** Input material **

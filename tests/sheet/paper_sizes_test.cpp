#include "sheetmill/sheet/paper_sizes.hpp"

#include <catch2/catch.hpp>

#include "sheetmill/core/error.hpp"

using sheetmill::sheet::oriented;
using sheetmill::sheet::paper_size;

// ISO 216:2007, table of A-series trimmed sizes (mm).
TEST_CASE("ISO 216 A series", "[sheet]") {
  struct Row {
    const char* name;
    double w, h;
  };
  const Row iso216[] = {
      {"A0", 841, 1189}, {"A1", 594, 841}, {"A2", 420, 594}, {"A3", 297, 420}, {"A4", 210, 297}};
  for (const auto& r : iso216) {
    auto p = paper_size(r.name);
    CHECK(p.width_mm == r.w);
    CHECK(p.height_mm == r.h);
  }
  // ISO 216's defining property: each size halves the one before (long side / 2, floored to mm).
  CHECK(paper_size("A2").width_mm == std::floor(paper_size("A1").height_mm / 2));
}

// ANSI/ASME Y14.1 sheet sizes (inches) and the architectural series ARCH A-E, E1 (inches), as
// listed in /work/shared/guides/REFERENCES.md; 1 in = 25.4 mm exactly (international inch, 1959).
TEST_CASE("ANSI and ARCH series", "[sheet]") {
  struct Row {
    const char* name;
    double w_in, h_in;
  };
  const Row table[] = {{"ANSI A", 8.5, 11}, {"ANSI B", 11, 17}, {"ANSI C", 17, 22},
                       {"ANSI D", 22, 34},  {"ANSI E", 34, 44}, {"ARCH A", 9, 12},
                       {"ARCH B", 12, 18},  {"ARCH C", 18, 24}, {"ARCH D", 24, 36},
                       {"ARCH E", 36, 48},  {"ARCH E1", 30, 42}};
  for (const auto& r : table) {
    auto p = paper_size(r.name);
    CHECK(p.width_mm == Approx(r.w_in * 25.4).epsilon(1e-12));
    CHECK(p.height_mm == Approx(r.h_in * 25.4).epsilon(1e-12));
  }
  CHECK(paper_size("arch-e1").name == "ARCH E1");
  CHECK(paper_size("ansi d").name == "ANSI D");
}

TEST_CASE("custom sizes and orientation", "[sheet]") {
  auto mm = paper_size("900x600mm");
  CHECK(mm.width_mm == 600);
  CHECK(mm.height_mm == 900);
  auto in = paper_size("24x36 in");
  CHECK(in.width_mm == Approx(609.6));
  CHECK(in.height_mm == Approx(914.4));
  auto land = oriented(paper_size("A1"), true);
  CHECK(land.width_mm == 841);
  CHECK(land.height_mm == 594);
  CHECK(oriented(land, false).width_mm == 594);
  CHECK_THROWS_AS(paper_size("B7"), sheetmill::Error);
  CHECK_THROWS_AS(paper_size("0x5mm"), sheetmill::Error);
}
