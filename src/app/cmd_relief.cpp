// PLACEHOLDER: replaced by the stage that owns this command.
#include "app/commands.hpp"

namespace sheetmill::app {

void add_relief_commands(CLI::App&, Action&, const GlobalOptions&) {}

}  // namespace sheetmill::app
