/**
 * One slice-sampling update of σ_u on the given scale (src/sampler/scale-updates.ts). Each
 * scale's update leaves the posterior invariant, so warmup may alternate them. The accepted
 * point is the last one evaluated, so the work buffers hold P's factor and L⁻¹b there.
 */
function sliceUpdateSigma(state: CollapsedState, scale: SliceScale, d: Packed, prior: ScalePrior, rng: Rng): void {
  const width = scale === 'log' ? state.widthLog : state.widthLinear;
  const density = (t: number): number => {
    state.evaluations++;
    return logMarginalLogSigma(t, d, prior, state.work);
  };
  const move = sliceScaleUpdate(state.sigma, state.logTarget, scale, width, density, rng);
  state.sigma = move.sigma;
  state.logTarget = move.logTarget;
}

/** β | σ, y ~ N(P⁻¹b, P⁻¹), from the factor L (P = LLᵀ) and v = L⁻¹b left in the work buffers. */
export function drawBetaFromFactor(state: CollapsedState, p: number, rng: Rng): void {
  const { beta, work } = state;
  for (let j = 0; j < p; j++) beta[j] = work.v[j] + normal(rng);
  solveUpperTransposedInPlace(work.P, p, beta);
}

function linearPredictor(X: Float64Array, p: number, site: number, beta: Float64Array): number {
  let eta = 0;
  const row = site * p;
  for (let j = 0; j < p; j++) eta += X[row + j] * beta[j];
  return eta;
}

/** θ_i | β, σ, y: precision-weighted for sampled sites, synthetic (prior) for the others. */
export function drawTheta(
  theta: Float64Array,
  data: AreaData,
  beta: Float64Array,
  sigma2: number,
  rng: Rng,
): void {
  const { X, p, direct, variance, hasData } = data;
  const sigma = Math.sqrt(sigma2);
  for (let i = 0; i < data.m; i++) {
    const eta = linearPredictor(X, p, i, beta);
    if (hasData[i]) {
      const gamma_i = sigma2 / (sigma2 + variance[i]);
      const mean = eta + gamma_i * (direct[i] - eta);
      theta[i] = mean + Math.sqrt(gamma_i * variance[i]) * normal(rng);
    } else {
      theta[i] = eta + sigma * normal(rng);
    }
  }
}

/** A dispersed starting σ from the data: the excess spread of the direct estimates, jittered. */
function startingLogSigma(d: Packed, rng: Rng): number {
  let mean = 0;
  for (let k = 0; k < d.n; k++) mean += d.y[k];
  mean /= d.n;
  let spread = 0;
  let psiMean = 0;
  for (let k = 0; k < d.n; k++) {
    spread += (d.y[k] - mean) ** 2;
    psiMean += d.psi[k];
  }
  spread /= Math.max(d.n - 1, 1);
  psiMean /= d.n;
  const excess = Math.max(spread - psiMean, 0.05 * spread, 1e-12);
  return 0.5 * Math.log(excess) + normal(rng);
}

** Your assignment **
For every line of the material that holds the word "Math", make a copy.

** Written response **
  const sigma = Math.sqrt(sigma2);
      theta[i] = mean + Math.sqrt(gamma_i * variance[i]) * normal(rng);
  spread /= Math.max(d.n - 1, 1);
  const excess = Math.max(spread - psiMean, 0.05 * spread, 1e-12);
  return 0.5 * Math.log(excess) + normal(rng);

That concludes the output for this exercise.